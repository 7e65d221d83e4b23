import { describe, it, expect } from 'vitest';
import fc from 'fast-check';
import { isExplicitBound, shareAbove } from '../../../shared/metrics/latency-share';

// "Exact on synthetic data" (DESIGN.md §6): raw observations are bucketed here and the share read
// back from the buckets is compared with the share counted on the raw values.

function bucketize(values: number[], bounds: number[]): number[] {
  const counts = new Array<number>(bounds.length + 1).fill(0);
  for (const v of values) {
    let i = 0;
    while (i < bounds.length && v > bounds[i]) i++;
    counts[i] += 1;
  }
  return counts;
}

const BOUNDS = [50, 100, 200, 300, 500, 1000];

describe('shareAbove', () => {
  it('is exact at an explicit bound, counting values equal to it as not above (property)', () => {
    fc.assert(
      fc.property(
        // Integers so many observations fall exactly on a bound.
        fc.array(fc.integer({ min: 0, max: 1500 }), { minLength: 1, maxLength: 200 }),
        fc.constantFrom(...BOUNDS),
        (values, bound) => {
          const raw = values.filter((v) => v > bound).length / values.length;
          expect(isExplicitBound(bound, BOUNDS)).toBe(true);
          expect(shareAbove(bound, { bounds: BOUNDS, counts: bucketize(values, BOUNDS) })).toBe(raw);
        },
      ),
    );
  });

  it('interpolates linearly between bounds, exact for evenly spread observations', () => {
    // 100 observations 101, 102, …, 200 in the (100, 200] bucket plus 20 above 1000.
    const values = [...Array.from({ length: 100 }, (_, i) => 101 + i), ...new Array<number>(20).fill(1200)];
    const h = { bounds: BOUNDS, counts: bucketize(values, BOUNDS) };
    expect(isExplicitBound(150, BOUNDS)).toBe(false);
    // 50 of the bucket above 150 (151…200) plus the 20 slow ones.
    expect(shareAbove(150, h)).toBeCloseTo(70 / 120, 12);
    expect(values.filter((v) => v > 150).length / values.length).toBeCloseTo(70 / 120, 12);
  });

  it('interpolates from 0 inside the first bucket', () => {
    expect(shareAbove(25, { bounds: [50, 100], counts: [10, 0, 0] })).toBe(0.5);
    expect(shareAbove(-5, { bounds: [50, 100], counts: [10, 0, 0] })).toBe(1);
  });

  it('is exact at a lowest bound of 0, whose bucket has no lower edge', () => {
    expect(shareAbove(0, { bounds: [0, 10], counts: [3, 5, 2] })).toBe(0.7);
  });

  it('counts the whole +Inf bucket as above a bound past the highest one', () => {
    expect(shareAbove(5000, { bounds: BOUNDS, counts: [10, 0, 0, 0, 0, 0, 10] })).toBe(0.5);
  });

  it('is null with no observations', () => {
    expect(shareAbove(100, { bounds: BOUNDS, counts: [0, 0, 0, 0, 0, 0, 0] })).toBeNull();
  });

  it('rejects a non-finite bound', () => {
    expect(() => shareAbove(Infinity, { bounds: BOUNDS, counts: [1, 0, 0, 0, 0, 0, 0] })).toThrow(RangeError);
  });
});
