import { DataTypes, Model, type CreationOptional, type InferAttributes, type InferCreationAttributes, type Sequelize } from 'sequelize';

/** Where a batch stands: being put together, sent to the lab, received by it, results back. */
export type LabBatchStatus = 'draft' | 'dispatched' | 'received' | 'reported';

/** What an item of a batch is. Field samples keep their sample type; inserted QA/QC items are blank, standard or split duplicate. */
export type BatchItemType = 'routine' | 'duplicate' | 'blank' | 'standard';

/** How QA/QC items were inserted into a batch, kept so the order can be re-derived from the seed. */
export interface QcPlan {
  readonly blankEvery: number;
  readonly standardEvery: number;
  readonly duplicateEvery: number;
  readonly standardCodes: readonly string[];
  readonly seed: number;
}

/** A certified reference material: expected gold grade and its standard deviation (DESIGN §4). */
export class ReferenceStandard extends Model<InferAttributes<ReferenceStandard>, InferCreationAttributes<ReferenceStandard>> {
  declare id: string;
  declare organizationId: string;
  declare code: string;
  declare expectedGpt: number;
  declare sdGpt: number;
  declare description: string;
  declare createdAt: CreationOptional<Date>;
  declare updatedAt: CreationOptional<Date>;
}

/** A batch of samples sent to one laboratory, with its chain of custody. */
export class LabBatch extends Model<InferAttributes<LabBatch>, InferCreationAttributes<LabBatch>> {
  declare id: string;
  declare organizationId: string;
  declare siteId: string;
  declare code: string;
  declare labName: string;
  declare labContactEmail: string;
  declare method: string;
  declare chargeMassG: number;
  declare detectionLimitGpt: number;
  declare upperLimitGpt: number | null;
  declare isBlind: boolean;
  declare qcPlan: QcPlan;
  declare status: LabBatchStatus;
  declare notes: string;
  declare dispatchedBy: string | null;
  declare dispatchedAt: Date | null;
  declare carrier: string | null;
  declare sealNumbers: string | null;
  declare receivedBy: string | null;
  declare receivedAt: Date | null;
  declare conditionOnReceipt: string | null;
  declare sentAt: Date | null;
  declare createdById: string;
  declare createdAt: CreationOptional<Date>;
  declare updatedAt: CreationOptional<Date>;
}

/** One bag of a batch, at its place in the dispatch order, under the code the lab sees. */
export class LabBatchSample extends Model<InferAttributes<LabBatchSample>, InferCreationAttributes<LabBatchSample>> {
  declare id: string;
  declare batchId: string;
  declare position: number;
  declare labCode: string;
  declare itemType: BatchItemType;
  /** True for the blanks, standards and split duplicates the batch inserted (not field samples). */
  declare isInserted: boolean;
  declare sampleId: string | null;
  declare duplicateOfItemId: string | null;
  declare standardCode: string | null;
  declare material: string | null;
  declare massKg: number | null;
  declare createdAt: CreationOptional<Date>;
  declare updatedAt: CreationOptional<Date>;
}

/** One results file imported into a batch: who, when, which file. */
export class ResultImport extends Model<InferAttributes<ResultImport>, InferCreationAttributes<ResultImport>> {
  declare id: string;
  declare batchId: string;
  declare fileName: string;
  declare fileHash: string;
  declare byteSize: number;
  declare rowCount: number;
  declare changedCount: number;
  declare importedById: string;
  declare importedAt: Date;
  declare createdAt: CreationOptional<Date>;
  declare updatedAt: CreationOptional<Date>;
}

/** An assay of one batch item (g/t); current while `supersededAt` is null. */
export class AssayResult extends Model<InferAttributes<AssayResult>, InferCreationAttributes<AssayResult>> {
  declare id: string;
  declare batchId: string;
  declare batchSampleId: string;
  declare sampleId: string | null;
  declare valueGpt: number;
  declare isBelowDetection: boolean;
  declare isAboveRange: boolean;
  declare detectionLimitGpt: number | null;
  declare rawValue: string;
  declare method: string;
  declare labJob: string | null;
  declare importId: string;
  declare supersededAt: Date | null;
  declare supersededByImportId: string | null;
  declare createdAt: CreationOptional<Date>;
  declare updatedAt: CreationOptional<Date>;
}

/** Whether a site's pan-test calibration is applied to its samples without an assay. */
export class SiteCalibration extends Model<InferAttributes<SiteCalibration>, InferCreationAttributes<SiteCalibration>> {
  declare siteId: string;
  declare isApplied: boolean;
  declare changedById: string;
  declare createdAt: CreationOptional<Date>;
  declare updatedAt: CreationOptional<Date>;
}

const timestamps = { createdAt: DataTypes.DATE, updatedAt: DataTypes.DATE };

/** Binds the lab-loop models (table layout in migration 0006). */
export function initLabModels(sequelize: Sequelize): void {
  ReferenceStandard.init(
    {
      id: { type: DataTypes.UUID, primaryKey: true },
      organizationId: { type: DataTypes.UUID, allowNull: false },
      code: { type: DataTypes.STRING(64), allowNull: false },
      expectedGpt: { type: DataTypes.DOUBLE, allowNull: false },
      sdGpt: { type: DataTypes.DOUBLE, allowNull: false },
      description: { type: DataTypes.STRING(300), allowNull: false },
      ...timestamps,
    },
    { sequelize, tableName: 'reference_standards' },
  );
  LabBatch.init(
    {
      id: { type: DataTypes.UUID, primaryKey: true },
      organizationId: { type: DataTypes.UUID, allowNull: false },
      siteId: { type: DataTypes.UUID, allowNull: false },
      code: { type: DataTypes.STRING(32), allowNull: false },
      labName: { type: DataTypes.STRING(200), allowNull: false },
      labContactEmail: { type: DataTypes.STRING(320), allowNull: false },
      method: { type: DataTypes.STRING(120), allowNull: false },
      chargeMassG: { type: DataTypes.DOUBLE, allowNull: false },
      detectionLimitGpt: { type: DataTypes.DOUBLE, allowNull: false },
      upperLimitGpt: { type: DataTypes.DOUBLE, allowNull: true },
      isBlind: { type: DataTypes.BOOLEAN, allowNull: false },
      qcPlan: { type: DataTypes.JSON, allowNull: false },
      status: { type: DataTypes.STRING(16), allowNull: false },
      notes: { type: DataTypes.TEXT, allowNull: false },
      dispatchedBy: { type: DataTypes.STRING(200), allowNull: true },
      dispatchedAt: { type: DataTypes.DATE, allowNull: true },
      carrier: { type: DataTypes.STRING(200), allowNull: true },
      sealNumbers: { type: DataTypes.STRING(500), allowNull: true },
      receivedBy: { type: DataTypes.STRING(200), allowNull: true },
      receivedAt: { type: DataTypes.DATE, allowNull: true },
      conditionOnReceipt: { type: DataTypes.STRING(500), allowNull: true },
      sentAt: { type: DataTypes.DATE, allowNull: true },
      createdById: { type: DataTypes.UUID, allowNull: false },
      ...timestamps,
    },
    { sequelize, tableName: 'lab_batches' },
  );
  LabBatchSample.init(
    {
      id: { type: DataTypes.UUID, primaryKey: true },
      batchId: { type: DataTypes.UUID, allowNull: false },
      position: { type: DataTypes.INTEGER, allowNull: false },
      labCode: { type: DataTypes.STRING(40), allowNull: false },
      itemType: { type: DataTypes.STRING(16), allowNull: false },
      isInserted: { type: DataTypes.BOOLEAN, allowNull: false },
      sampleId: { type: DataTypes.UUID, allowNull: true },
      duplicateOfItemId: { type: DataTypes.UUID, allowNull: true },
      standardCode: { type: DataTypes.STRING(64), allowNull: true },
      material: { type: DataTypes.STRING(32), allowNull: true },
      massKg: { type: DataTypes.DOUBLE, allowNull: true },
      ...timestamps,
    },
    { sequelize, tableName: 'lab_batch_samples' },
  );
  ResultImport.init(
    {
      id: { type: DataTypes.UUID, primaryKey: true },
      batchId: { type: DataTypes.UUID, allowNull: false },
      fileName: { type: DataTypes.STRING(255), allowNull: false },
      fileHash: { type: DataTypes.STRING(64), allowNull: false },
      byteSize: { type: DataTypes.INTEGER, allowNull: false },
      rowCount: { type: DataTypes.INTEGER, allowNull: false },
      changedCount: { type: DataTypes.INTEGER, allowNull: false },
      importedById: { type: DataTypes.UUID, allowNull: false },
      importedAt: { type: DataTypes.DATE, allowNull: false },
      ...timestamps,
    },
    { sequelize, tableName: 'result_imports' },
  );
  AssayResult.init(
    {
      id: { type: DataTypes.UUID, primaryKey: true },
      batchId: { type: DataTypes.UUID, allowNull: false },
      batchSampleId: { type: DataTypes.UUID, allowNull: false },
      sampleId: { type: DataTypes.UUID, allowNull: true },
      valueGpt: { type: DataTypes.DOUBLE, allowNull: false },
      isBelowDetection: { type: DataTypes.BOOLEAN, allowNull: false },
      isAboveRange: { type: DataTypes.BOOLEAN, allowNull: false },
      detectionLimitGpt: { type: DataTypes.DOUBLE, allowNull: true },
      rawValue: { type: DataTypes.STRING(64), allowNull: false },
      method: { type: DataTypes.STRING(120), allowNull: false },
      labJob: { type: DataTypes.STRING(64), allowNull: true },
      importId: { type: DataTypes.UUID, allowNull: false },
      supersededAt: { type: DataTypes.DATE, allowNull: true },
      supersededByImportId: { type: DataTypes.UUID, allowNull: true },
      ...timestamps,
    },
    { sequelize, tableName: 'assay_results' },
  );
  SiteCalibration.init(
    {
      siteId: { type: DataTypes.UUID, primaryKey: true },
      isApplied: { type: DataTypes.BOOLEAN, allowNull: false },
      changedById: { type: DataTypes.UUID, allowNull: false },
      ...timestamps,
    },
    { sequelize, tableName: 'site_calibrations' },
  );
}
==========
**About this exercise**. Counting only lines that hold the string "valueGpt", give the number of such lines in the records. Write nothing else.

**The completed task**. 2